## GOAL OF THE EXERCISE:
Find where "if (liquidMl <= 0) return 0;" occurs in the data below, and retype that line and every later line exactly.

## Excerpts from a dataset:
☆ ☆ ☆
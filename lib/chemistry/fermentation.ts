import { ETHANOL_DENSITY_20C_G_PER_ML, M_CO2, M_ETHANOL } from './constants';

/**
 * Share of the theoretical yield reached in practice ("expected" case). Pasteur found about 95 % of fermented
 * sugar as ethanol and CO2, the rest going to glycerol, succinic acid and yeast growth (from memory; the classic
 * figure quoted in winemaking texts). The worst case uses 1: all fermentable sugar converted.
 */
export const EXPECTED_YIELD = 0.95;

export type YieldCase = 'worst' | 'expected';

export const yieldFactor = (which: YieldCase) => (which === 'worst' ? 1 : EXPECTED_YIELD);

/** A portion of fermentable sugar with its stoichiometry. */
export interface FermentableSugar {
  /** Grams of sugar that yeast can ferment. */
  grams: number;
  /** g/mol of the sugar as counted. */
  molarMass: number;
  /** Moles of CO2, and equally of ethanol, per mole of sugar (4 for sucrose with its water, 2 for a hexose). */
  co2PerMole: number;
}

/**
 * CO2 and ethanol from fermenting sugar, in grams (Gay-Lussac: C6H12O6 → 2 C2H5OH + 2 CO2;
 * C12H22O11 + H2O → 4 C2H5OH + 4 CO2), scaled by the yield factor (0–1).
 */
export function fermentationProducts(
  sugars: FermentableSugar[],
  yieldFactorValue: number,
): { co2Mol: number; co2G: number; ethanolG: number } {
  const moles = sugars.reduce((sum, s) => sum + (s.grams / s.molarMass) * s.co2PerMole, 0) * yieldFactorValue;
  return { co2Mol: moles, co2G: moles * M_CO2, ethanolG: moles * M_ETHANOL };
}

/** % ABV of `ethanolG` grams of ethanol in `liquidMl` of drink, by ethanol's density at 20 °C. */
export function abvPercent(ethanolG: number, liquidMl: number): number {
  if (liquidMl <= 0) return 0;
  return (ethanolG / ETHANOL_DENSITY_20C_G_PER_ML / liquidMl) * 100;
}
☆ ☆ ☆
## SOLUTION TO THIS TASK:
  if (liquidMl <= 0) return 0;
  return (ethanolG / ETHANOL_DENSITY_20C_G_PER_ML / liquidMl) * 100;
}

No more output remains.